Beerman, Swerdlove, Woloshin & Barezky, Chicago (Alvin R. Becker and Timothy M. Kelly, of counsel), for defendants-appellees.

Justice EGAN delivered the opinion of the court:

This case involves the propriety of an insurance company denying the claim of its insured based on the result of a polygraph examination. The plaintiff, Kerry Elder, filed a three-count complaint on behalf of himself and all others similarly situated against the defendants, Coronet Insurance Company (Coronet) and Elston Claim Service, Inc. (Elston). The first count alleged unfair practices in violation of the Consumer Fraud and Deceptive Business Practices Act (Ill.Rev.Stat.1987, ch. 121 1/2, pars. 261 to 272) (Act or Consumer Fraud Act). The second count alleged that Coronet also committed a deceptive practice in violation of the Act. The third count alleged that Coronet breached its contract with the plaintiff. All three counts included substantially similar sections entitled "Class Action Allegations."

The judge dismissed count I on the ground that it did not allege an unfair practice under the Act; he dismissed count II on the ground that it did not allege a deceptive practice under the Act; he struck part of count III on the ground that it did not allege a basis for class action. He certified the following question as to count III under Supreme Court Rule 308 (107 Ill.2d R. 308): "Whether count III, judged in light of the standards of a § 2-615 motion to dismiss sufficiently alleges the prerequisites needed to maintain a class action under § 2-801 of the Illinois Code of Civil Procedure?" We granted leave to appeal the Rule 308 order and consolidated that appeal with the Rule 304(a) appeal of the dismissal of counts I and II.

Because this appeal presents a question as to the sufficiency of the complaint, a review of the allegations of the complaint is appropriate. The factual allegations must be taken as true.

Effective July 9, 1987, Coronet issued an automobile insurance policy to the plaintiff, which covered, among other things, loss from theft. Coronet did not inform the plaintiff when he purchased the insurance of any policy or practice employed by Coronet regarding polygraph tests. On June 11, 1988, the plaintiff's car was stolen from a parking lot in Chicago, Illinois. The plaintiff had paid the premiums on the automobile insurance policy and had otherwise complied with the conditions of the policy, and, thus, the insurance policy was in full force and effect. The plaintiff promptly reported the theft to the police and to Coronet and filed a claim for a theft loss with Coronet.

Elston, acting on Coronet's behalf, sent the plaintiff a letter asking him to take a polygraph test. The body of the letter stated in full as follows:

"In order to speed up investigation and settlement of your claim, we request that you submit to a polygraph test.

If you do not submit to a polygraph test, you will be required to appear and give a statement under oath, in the presence of a court reporter.

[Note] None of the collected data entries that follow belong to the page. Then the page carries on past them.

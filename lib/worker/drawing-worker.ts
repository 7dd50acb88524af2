/** Worker thread (pooled by piscina, see run-analysis.ts): renders a revision's four drawing views to PNG for the PDF report. */
import { drawingImages, type DrawingSheet } from "@/lib/report/drawing-images";
import type { Layout } from "@/lib/layout/model";
import type { Report } from "@/lib/engine";

export default function draw(req: { layout: Layout; report: Report }): DrawingSheet {
  return drawingImages(req.layout, req.report);
}
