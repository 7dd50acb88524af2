/** A finding: explanation and numbers, involved contacts on the drawings, the thread, status actions, history. */
import type { Metadata } from "next";
import { requirePageUser } from "@/lib/auth/session";
import { allowed } from "@/lib/policy";
import { rules } from "@/rules";
import { ThreadView } from "@/components/review/thread-view";
import { listMentionableUsers } from "@/lib/db/users";

export const metadata: Metadata = { title: "Finding" };

export default async function FindingPage({ params }: { params: Promise<{ threadId: string }> }) {
  const { threadId } = await params;
  const user = await requirePageUser(`/findings/${threadId}`);
  const ruleDocs = Object.fromEntries(rules.map((r) => [r.meta.id, { summary: r.meta.summary, explanation: r.meta.explanation, source: r.meta.source }]));
  return (
    <ThreadView
      threadId={Number(threadId)}
      ruleDocs={ruleDocs}
      people={await listMentionableUsers()}
      can={{ comment: allowed(user.role, "comment"), waive: allowed(user.role, "waive"), reopen: allowed(user.role, "reopen") }}
    />
  );
}
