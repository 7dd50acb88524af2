/** Worker thread (pooled by piscina, see run-analysis.ts): parses and analyses one layout file off the server's event loop. */
import { parseLayoutBytes, type Encoding } from "@/lib/layout";
import { detectEncoding } from "@/lib/layout";
import type { ForceUnit, LengthUnit } from "@/lib/layout/units";
import type { Material } from "@/lib/layout/model";
import { runEngine } from "@/lib/engine";
import type { RuleOverride } from "@/rules";

export interface WorkerRequest {
  bytes: Uint8Array;
  fileName: string;
  encoding?: Encoding;
  length?: LengthUnit;
  force?: ForceUnit;
  /** the project's rule overrides in force */
  overrides?: Record<string, RuleOverride>;
  /** the project's materials library */
  library?: Material[];
}

/** One task: the parse errors, or the layout with its report; an engine exception comes back as `crashed`. */
export function analyse(req: WorkerRequest) {
  try {
    const bytes = new Uint8Array(req.bytes);
    const parsed = parseLayoutBytes(bytes, { fileName: req.fileName, encoding: req.encoding, length: req.length, force: req.force, library: req.library });
    if (!parsed.ok) return { ok: false, errors: parsed.errors };
    const text = new TextDecoder().decode(bytes);
    const encoding = req.encoding ?? detectEncoding(text, req.fileName);
    const { report } = runEngine(parsed.layout, req.overrides ?? {});
    return { ok: true, layout: parsed.layout, report, encoding, text, warnings: parsed.warnings };
  } catch (err) {
    return { ok: false, crashed: true, message: (err as Error).message };
  }
}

Your cooperation is required under the terms of your policy.

Please contact this office to set up an appointment as soon as possible.

Your cooperation in this matter would be most appreciated and certainly helpful."

The defendants have a policy and practice of requesting insureds to submit to polygraph tests and denying claims based on the results of such tests, without significant other investigation. Polygraph tests, however, are not reliable.

Elston, on Coronet's behalf, denied the plaintiff's claim on the alleged basis of the results of the polygraph examination. The letter informing the plaintiff of this denial stated, in part, "We have tried to evaluate fairly and properly all the information and reports available to us about this accident. The results of our investigation indicate that the loss did not occur as you reported. We therefore regret that we will be unable to pay your claim." The defendants did not provide the plaintiff with any further information as to why the claim was denied. Despite the letter's indication to the contrary, the plaintiff alleged that "Elston and Coronet made no other significant effort besides the polygraph examination to determine what had happened to Elder's [automobile]." The defendants showed no interest in interviewing a witness, whom the plaintiff had produced, and who had contacted Elston. The authorities recovered the plaintiff's car in a stripped and seriously damaged condition, but Coronet continued to refuse to pay the plaintiff's claim.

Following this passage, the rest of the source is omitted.